Your assignment: Locate the word "coherent" in the entries below, then gather every line that holds it.

(Collected data entries)

== Segment start ==

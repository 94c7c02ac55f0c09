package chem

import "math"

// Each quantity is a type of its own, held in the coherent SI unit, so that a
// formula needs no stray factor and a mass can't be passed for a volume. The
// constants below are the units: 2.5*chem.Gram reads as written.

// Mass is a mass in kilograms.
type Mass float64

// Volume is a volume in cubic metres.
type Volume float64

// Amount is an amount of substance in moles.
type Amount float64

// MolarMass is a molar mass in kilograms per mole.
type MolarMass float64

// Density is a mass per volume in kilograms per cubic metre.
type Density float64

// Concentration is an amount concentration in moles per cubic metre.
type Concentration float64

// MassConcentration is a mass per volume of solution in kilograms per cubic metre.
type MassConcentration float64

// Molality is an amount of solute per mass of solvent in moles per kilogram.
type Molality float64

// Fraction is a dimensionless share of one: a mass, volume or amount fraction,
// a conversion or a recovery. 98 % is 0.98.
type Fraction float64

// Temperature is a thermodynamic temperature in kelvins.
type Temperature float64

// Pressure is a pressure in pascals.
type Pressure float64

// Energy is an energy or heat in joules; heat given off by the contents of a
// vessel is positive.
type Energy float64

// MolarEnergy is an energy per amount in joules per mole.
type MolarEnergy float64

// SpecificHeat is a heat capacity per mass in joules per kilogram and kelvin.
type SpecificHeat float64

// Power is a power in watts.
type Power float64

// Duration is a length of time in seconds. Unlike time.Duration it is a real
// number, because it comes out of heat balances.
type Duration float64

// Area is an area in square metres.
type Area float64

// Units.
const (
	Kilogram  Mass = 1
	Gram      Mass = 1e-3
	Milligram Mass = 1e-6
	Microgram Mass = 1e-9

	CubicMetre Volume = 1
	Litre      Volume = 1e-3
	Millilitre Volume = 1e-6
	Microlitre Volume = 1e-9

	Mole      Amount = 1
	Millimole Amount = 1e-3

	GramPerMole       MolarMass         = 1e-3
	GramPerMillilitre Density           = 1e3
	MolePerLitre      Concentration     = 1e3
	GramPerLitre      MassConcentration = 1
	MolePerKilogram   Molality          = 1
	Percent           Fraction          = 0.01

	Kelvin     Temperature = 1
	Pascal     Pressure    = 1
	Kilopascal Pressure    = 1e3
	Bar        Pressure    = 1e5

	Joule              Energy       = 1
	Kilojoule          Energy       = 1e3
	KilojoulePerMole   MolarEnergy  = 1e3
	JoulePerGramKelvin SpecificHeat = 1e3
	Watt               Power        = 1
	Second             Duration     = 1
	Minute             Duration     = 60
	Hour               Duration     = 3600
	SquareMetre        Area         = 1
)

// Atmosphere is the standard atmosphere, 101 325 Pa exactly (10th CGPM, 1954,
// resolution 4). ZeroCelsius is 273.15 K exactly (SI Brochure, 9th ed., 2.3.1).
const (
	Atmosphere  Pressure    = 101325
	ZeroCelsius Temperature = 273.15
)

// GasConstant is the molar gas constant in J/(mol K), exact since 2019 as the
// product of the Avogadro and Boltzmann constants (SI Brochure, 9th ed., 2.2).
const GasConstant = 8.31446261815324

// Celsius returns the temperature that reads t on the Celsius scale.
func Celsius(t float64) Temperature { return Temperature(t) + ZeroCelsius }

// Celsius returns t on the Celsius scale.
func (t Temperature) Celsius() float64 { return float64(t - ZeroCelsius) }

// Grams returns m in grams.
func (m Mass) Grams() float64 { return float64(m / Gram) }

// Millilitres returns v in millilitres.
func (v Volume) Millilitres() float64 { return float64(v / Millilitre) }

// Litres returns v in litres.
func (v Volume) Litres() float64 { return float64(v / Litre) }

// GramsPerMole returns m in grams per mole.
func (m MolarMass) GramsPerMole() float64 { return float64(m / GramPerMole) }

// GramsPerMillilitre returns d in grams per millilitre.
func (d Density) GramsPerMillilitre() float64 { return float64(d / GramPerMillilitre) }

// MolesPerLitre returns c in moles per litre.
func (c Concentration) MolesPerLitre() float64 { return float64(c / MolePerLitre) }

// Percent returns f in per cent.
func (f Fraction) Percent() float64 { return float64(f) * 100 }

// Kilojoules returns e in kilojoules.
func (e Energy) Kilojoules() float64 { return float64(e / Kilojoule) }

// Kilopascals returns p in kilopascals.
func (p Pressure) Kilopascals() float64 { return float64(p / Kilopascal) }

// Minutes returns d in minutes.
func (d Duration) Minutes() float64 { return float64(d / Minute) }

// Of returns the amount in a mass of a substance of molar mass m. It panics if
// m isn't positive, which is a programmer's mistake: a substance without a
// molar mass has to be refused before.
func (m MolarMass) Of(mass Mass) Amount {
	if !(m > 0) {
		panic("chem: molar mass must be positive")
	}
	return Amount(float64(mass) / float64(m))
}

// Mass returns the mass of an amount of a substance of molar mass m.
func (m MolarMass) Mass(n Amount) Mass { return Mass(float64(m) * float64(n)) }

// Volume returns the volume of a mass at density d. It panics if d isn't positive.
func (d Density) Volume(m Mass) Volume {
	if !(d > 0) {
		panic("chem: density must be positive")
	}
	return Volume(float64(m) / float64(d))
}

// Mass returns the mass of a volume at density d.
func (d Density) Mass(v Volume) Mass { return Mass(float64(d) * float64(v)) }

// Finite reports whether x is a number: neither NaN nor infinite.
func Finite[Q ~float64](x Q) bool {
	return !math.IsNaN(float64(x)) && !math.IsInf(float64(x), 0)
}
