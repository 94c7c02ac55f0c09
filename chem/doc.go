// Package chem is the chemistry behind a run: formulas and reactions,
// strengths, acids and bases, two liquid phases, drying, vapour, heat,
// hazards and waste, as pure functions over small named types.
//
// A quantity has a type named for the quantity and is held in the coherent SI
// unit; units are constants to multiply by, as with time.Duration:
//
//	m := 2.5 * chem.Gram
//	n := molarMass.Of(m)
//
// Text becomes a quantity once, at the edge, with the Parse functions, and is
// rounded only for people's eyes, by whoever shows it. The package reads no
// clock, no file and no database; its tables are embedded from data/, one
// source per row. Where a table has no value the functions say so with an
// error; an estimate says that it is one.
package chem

== Segment end ==

Solution for this exercise:
// Each quantity is a type of its own, held in the coherent SI unit, so that a
// A quantity has a type named for the quantity and is held in the coherent SI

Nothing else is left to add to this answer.